◆ Task requirements
In the listing below, find every line containing "return" and copy it out.
■ ■ ■
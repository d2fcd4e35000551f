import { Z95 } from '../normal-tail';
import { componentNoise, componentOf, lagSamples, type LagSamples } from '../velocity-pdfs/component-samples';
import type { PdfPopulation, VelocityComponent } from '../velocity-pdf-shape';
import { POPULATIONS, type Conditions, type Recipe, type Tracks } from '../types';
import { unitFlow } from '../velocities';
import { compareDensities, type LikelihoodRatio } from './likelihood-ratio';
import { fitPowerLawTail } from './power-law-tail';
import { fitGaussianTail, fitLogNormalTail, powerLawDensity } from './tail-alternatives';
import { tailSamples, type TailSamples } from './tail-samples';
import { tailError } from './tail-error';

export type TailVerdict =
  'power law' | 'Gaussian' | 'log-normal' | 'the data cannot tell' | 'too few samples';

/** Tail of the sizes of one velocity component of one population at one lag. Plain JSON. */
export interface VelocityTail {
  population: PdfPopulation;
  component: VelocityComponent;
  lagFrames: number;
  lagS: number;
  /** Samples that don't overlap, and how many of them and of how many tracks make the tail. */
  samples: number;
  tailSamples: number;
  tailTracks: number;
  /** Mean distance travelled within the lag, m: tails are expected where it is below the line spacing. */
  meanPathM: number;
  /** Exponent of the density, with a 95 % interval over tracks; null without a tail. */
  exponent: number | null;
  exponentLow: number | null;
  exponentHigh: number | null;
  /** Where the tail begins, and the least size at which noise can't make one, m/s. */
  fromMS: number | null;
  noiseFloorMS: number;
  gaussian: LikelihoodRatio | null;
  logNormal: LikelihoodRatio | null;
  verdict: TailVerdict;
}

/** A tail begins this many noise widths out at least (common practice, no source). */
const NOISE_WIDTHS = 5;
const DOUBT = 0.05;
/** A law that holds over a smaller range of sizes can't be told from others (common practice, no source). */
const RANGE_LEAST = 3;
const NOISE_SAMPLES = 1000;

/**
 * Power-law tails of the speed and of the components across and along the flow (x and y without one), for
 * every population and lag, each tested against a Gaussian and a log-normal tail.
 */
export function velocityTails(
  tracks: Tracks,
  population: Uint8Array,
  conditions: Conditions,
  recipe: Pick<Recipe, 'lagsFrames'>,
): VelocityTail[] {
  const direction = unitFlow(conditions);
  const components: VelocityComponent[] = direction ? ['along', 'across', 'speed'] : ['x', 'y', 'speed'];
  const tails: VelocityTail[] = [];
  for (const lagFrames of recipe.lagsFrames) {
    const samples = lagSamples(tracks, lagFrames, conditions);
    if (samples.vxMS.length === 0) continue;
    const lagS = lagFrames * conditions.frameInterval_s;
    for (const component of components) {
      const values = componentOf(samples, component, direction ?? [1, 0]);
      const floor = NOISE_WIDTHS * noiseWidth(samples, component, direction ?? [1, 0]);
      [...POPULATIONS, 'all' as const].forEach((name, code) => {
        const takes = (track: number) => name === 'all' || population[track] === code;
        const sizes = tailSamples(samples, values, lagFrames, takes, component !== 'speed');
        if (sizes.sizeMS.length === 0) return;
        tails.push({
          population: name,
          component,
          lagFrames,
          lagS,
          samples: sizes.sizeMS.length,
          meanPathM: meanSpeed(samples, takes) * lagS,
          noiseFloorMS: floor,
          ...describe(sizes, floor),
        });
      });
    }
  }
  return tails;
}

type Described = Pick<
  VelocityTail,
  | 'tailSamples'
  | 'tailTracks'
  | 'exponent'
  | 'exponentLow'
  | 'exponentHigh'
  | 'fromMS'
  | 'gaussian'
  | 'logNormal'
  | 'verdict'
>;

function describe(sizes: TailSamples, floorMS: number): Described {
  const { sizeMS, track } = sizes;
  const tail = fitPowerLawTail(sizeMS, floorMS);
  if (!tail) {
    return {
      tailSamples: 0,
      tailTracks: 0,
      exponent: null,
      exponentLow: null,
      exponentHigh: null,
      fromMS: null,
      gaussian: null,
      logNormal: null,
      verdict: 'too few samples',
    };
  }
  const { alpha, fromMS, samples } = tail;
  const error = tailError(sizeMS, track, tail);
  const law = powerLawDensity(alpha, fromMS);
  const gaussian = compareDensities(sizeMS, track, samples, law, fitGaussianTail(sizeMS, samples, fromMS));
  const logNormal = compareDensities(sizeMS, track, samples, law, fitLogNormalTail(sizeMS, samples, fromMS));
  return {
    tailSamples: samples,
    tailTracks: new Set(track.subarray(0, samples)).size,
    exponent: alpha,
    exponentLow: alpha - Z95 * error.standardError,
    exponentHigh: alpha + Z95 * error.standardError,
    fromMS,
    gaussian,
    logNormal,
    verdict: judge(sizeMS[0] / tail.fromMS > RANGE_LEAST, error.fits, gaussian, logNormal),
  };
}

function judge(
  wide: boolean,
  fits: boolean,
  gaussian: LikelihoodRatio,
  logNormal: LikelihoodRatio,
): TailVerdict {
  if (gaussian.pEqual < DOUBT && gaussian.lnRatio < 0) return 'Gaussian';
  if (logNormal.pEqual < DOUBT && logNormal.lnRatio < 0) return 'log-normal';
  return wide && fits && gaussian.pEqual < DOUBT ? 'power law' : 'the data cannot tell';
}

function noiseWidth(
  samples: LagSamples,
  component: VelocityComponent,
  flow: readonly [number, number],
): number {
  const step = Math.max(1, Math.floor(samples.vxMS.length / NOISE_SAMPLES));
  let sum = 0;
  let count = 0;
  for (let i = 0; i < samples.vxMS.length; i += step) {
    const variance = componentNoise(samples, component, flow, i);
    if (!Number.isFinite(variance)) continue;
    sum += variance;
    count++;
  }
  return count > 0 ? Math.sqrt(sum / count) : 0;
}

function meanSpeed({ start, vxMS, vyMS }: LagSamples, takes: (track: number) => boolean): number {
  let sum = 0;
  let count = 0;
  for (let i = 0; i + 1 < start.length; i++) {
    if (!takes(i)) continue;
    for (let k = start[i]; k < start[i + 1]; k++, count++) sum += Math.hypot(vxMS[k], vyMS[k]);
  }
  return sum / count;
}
■ ■ ■
◆ Exercise solution
        if (sizes.sizeMS.length === 0) return;
  return tails;
    return {
  return {
  if (gaussian.pEqual < DOUBT && gaussian.lnRatio < 0) return 'Gaussian';
  if (logNormal.pEqual < DOUBT && logNormal.lnRatio < 0) return 'log-normal';
  return wide && fits && gaussian.pEqual < DOUBT ? 'power law' : 'the data cannot tell';
  return count > 0 ? Math.sqrt(sum / count) : 0;
  return sum / count;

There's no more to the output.